▶ [WORK REQUEST]
What you give back should be exactly the opening lines of the data, ending with the line that contains "from __future__ import annotations" and including it.

▶ [SUPPLIED RECORDS]
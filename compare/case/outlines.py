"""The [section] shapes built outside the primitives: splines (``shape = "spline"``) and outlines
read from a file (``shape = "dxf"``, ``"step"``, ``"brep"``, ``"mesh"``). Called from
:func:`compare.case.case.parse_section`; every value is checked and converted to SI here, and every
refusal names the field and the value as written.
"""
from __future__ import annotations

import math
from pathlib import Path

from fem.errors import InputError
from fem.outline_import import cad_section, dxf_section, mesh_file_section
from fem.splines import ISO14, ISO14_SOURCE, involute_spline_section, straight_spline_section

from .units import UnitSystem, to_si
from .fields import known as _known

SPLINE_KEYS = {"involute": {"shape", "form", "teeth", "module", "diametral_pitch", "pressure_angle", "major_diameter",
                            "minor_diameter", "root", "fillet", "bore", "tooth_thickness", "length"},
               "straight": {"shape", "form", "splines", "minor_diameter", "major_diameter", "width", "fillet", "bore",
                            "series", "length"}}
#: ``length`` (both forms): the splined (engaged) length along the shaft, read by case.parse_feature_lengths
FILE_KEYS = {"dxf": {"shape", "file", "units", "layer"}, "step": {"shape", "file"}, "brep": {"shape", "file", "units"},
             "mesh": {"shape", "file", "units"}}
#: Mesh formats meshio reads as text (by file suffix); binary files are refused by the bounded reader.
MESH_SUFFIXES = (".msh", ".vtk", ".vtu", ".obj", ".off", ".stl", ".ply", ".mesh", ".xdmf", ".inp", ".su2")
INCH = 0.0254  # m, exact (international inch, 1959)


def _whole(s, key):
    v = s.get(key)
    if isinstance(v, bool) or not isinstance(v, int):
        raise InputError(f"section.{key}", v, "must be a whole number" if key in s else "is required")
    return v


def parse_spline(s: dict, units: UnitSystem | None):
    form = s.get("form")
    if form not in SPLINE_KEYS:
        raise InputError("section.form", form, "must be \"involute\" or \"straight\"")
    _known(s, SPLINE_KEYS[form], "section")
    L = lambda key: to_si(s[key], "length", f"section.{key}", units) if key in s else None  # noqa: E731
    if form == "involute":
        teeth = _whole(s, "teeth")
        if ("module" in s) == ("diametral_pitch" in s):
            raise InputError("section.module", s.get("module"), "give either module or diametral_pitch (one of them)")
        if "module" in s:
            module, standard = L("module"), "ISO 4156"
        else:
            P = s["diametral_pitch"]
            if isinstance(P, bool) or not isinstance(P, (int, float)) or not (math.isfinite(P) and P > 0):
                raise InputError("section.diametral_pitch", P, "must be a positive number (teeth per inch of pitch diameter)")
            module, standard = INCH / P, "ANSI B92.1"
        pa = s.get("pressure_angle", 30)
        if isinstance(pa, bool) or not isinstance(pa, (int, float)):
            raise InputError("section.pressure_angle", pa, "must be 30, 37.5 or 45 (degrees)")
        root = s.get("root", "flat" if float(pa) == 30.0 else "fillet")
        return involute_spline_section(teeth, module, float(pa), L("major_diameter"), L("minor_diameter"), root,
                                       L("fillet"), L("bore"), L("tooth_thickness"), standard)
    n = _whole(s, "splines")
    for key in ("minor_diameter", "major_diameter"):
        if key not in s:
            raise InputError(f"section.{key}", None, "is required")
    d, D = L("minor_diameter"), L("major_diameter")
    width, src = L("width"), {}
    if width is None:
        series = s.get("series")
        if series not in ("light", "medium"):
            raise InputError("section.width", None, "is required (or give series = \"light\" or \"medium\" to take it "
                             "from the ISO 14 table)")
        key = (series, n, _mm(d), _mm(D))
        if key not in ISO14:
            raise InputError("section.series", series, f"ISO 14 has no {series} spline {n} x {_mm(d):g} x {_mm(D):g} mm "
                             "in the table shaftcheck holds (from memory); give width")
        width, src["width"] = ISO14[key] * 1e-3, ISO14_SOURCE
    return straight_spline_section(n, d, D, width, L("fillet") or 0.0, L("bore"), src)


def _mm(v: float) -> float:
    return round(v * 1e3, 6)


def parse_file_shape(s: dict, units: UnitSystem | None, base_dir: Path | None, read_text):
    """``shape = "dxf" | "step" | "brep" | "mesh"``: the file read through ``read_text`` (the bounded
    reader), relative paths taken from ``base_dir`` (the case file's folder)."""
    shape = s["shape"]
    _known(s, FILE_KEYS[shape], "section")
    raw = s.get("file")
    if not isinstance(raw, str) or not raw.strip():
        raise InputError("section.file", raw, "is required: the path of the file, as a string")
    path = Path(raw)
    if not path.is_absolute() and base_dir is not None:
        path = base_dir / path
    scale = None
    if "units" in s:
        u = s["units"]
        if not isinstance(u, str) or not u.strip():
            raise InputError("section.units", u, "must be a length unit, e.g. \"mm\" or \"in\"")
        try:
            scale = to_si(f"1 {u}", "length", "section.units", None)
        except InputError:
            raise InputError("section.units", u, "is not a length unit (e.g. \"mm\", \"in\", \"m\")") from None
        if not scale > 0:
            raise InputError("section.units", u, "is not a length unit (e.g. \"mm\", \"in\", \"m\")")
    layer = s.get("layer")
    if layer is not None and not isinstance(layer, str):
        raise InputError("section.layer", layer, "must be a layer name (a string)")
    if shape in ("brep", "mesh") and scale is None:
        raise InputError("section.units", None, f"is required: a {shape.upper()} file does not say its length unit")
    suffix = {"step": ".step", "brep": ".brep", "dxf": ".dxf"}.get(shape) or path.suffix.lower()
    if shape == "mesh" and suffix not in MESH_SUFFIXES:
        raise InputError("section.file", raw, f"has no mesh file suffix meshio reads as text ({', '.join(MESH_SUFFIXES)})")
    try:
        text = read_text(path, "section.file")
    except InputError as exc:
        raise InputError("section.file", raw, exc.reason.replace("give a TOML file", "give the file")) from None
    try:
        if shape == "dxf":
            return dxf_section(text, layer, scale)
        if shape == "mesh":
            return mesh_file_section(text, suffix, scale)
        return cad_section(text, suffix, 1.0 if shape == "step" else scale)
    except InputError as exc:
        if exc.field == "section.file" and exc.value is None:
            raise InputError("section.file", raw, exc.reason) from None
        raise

▶ [TASK RESULT]
filename compare/case/outlines.py
"""The [section] shapes built outside the primitives: splines (``shape = "spline"``) and outlines
read from a file (``shape = "dxf"``, ``"step"``, ``"brep"``, ``"mesh"``). Called from
:func:`compare.case.case.parse_section`; every value is checked and converted to SI here, and every
refusal names the field and the value as written.
"""
from __future__ import annotations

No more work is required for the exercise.